Count the lines below that include the word "join", then give that number and no other words.
• • •
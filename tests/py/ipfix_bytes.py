"""IPFIX messages built byte by byte with `struct`, from the RFC 7011 layouts.

Independent of the workspace encoder: only the RFC text is used.

- Message Header (RFC 7011 section 3.1): version 10, length, export time,
  sequence number, observation domain id; 16 octets, network byte order.
- Set Header (section 3.3.2): set id, length (header included).
- Template Record (section 3.4.1): template id, field count, then field
  specifiers (section 3.2): id (with the enterprise bit 0x8000) and length,
  plus a 4-octet enterprise number when the bit is set.
- Options Template Record (section 3.4.2.2): template id, field count (all
  fields), scope field count, then specifiers, scope first.
- Withdrawal (section 8.1): template record with field count 0.
- Variable-length values (section 7): one length octet below 255, else 255
  and a 2-octet length.
- Sequence Number: Data Records sent before this message (section 3.1 with
  verified errata 4396), per observation domain.

Documentation values only: addresses from RFC 5737 / RFC 3849, PEN 32473.
"""

import struct

VARIABLE = 65535
PEN = 32473  # RFC 5612 documentation enterprise number


def field(ie, length, pen=None):
    """A field specifier (RFC 7011 section 3.2)."""
    if pen is None:
        return struct.pack("!HH", ie, length)
    return struct.pack("!HHI", ie | 0x8000, length, pen)


def template_set(templates):
    """Set 2 with (template_id, [field bytes]) records."""
    body = b"".join(struct.pack("!HH", tid, len(fields)) + b"".join(fields) for tid, fields in templates)
    return struct.pack("!HH", 2, 4 + len(body)) + body


def options_template_set(templates):
    """Set 3 with (template_id, [scope field bytes], [field bytes]) records."""
    body = b"".join(
        struct.pack("!HHH", tid, len(scope) + len(fields), len(scope)) + b"".join(scope) + b"".join(fields)
        for tid, scope, fields in templates
    )
    return struct.pack("!HH", 3, 4 + len(body)) + body


def withdrawal_set(template_ids, options=False):
    """Set 2 (or 3) withdrawing each id (RFC 7011 section 8.1)."""
    body = b"".join(struct.pack("!HH", tid, 0) for tid in template_ids)
    return struct.pack("!HH", 3 if options else 2, 4 + len(body)) + body


def data_set(template_id, records):
    """A Data Set of already-encoded records."""
    body = b"".join(records)
    return struct.pack("!HH", template_id, 4 + len(body)) + body


def varlen(value: bytes):
    """RFC 7011 section 7 variable-length encoding."""
    if len(value) < 255:
        return struct.pack("!B", len(value)) + value
    return struct.pack("!BH", 255, len(value)) + value


def ipv4(text):
    return bytes(int(p) for p in text.split("."))


class Exporter:
    """One observation domain's message stream with its Sequence Number."""

    def __init__(self, domain, sequence=0):
        self.domain = domain
        self.sequence = sequence

    def message(self, sets, export_time, data_records=0):
        """A message holding `sets`; `data_records` advances the sequence."""
        body = b"".join(sets)
        msg = struct.pack("!HHIII", 10, 16 + len(body), export_time, self.sequence, self.domain) + body
        self.sequence = (self.sequence + data_records) % (1 << 32)
        return msg


# The flow template used across tests (IANA ids from the IPFIX registry):
# sourceIPv4Address 8, destinationIPv4Address 12, packetDeltaCount 2,
# octetDeltaCount 1, protocolIdentifier 4, ingressInterface 10,
# flowEndMilliseconds 153, and an enterprise element (PEN 32473, id 7, 2 octets).
FLOW_TEMPLATE_ID = 256
FLOW_FIELDS = [
    field(8, 4),
    field(12, 4),
    field(2, 8),
    field(1, 8),
    field(4, 1),
    field(10, 4),
    field(153, 8),
    field(7, 2, pen=PEN),
]
FLOW_RECORD_LEN = 4 + 4 + 8 + 8 + 1 + 4 + 8 + 2

# Options template: scope ingressInterface (10), then interfaceName (82,
# variable length).
IFNAME_TEMPLATE_ID = 257
IF_NAMES = {1: "xe-0/0/1", 2: "xe-0/0/2", 3: "et-1/0/0"}

T0 = 1796000400  # 2026-11-30T01:00:00Z


def flow_values(k):
    """The values of flow record number k (deterministic)."""
    return {
        "sourceIPv4Address": f"192.0.2.{k % 200 + 1}",
        "destinationIPv4Address": f"198.51.100.{k % 100 + 1}",
        "packetDeltaCount": 100 + k,
        "octetDeltaCount": (100 + k) * 64,
        "protocolIdentifier": 6 if k % 2 == 0 else 17,
        "ingressInterface": 1 + k % 3,
        "flowEndMilliseconds": (T0 * 1000) + k * 10,
        "pen32473_ie7": struct.pack("!H", k % 65536),
    }


def flow_record(k):
    v = flow_values(k)
    return (
        ipv4(v["sourceIPv4Address"])
        + ipv4(v["destinationIPv4Address"])
        + struct.pack("!QQBIQ", v["packetDeltaCount"], v["octetDeltaCount"], v["protocolIdentifier"], v["ingressInterface"], v["flowEndMilliseconds"])
        + v["pen32473_ie7"]
    )


def ifname_record(if_index, name):
    return struct.pack("!I", if_index) + varlen(name.encode())


def flow_stream(exporter, records, per_message, export_time=T0, with_templates=True, options=True, start=0):
    """Messages carrying flow records start..start+records, `per_message`
    per message; the first message carries the templates (and options
    records naming the interfaces) when asked."""
    msgs = []
    k = start
    first = True
    while k < start + records:
        n = min(per_message, start + records - k)
        sets = []
        opt_records = 0
        if first and with_templates:
            sets.append(template_set([(FLOW_TEMPLATE_ID, FLOW_FIELDS)]))
            if options:
                sets.append(options_template_set([(IFNAME_TEMPLATE_ID, [field(10, 4)], [field(82, VARIABLE)])]))
                sets.append(data_set(IFNAME_TEMPLATE_ID, [ifname_record(i, nm) for i, nm in IF_NAMES.items()]))
                opt_records = len(IF_NAMES)
        sets.append(data_set(FLOW_TEMPLATE_ID, [flow_record(i) for i in range(k, k + n)]))
        msgs.append(exporter.message(sets, export_time + (k - start) // per_message, data_records=n + opt_records))
        k += n
        first = False
    return msgs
• • •
# Response
6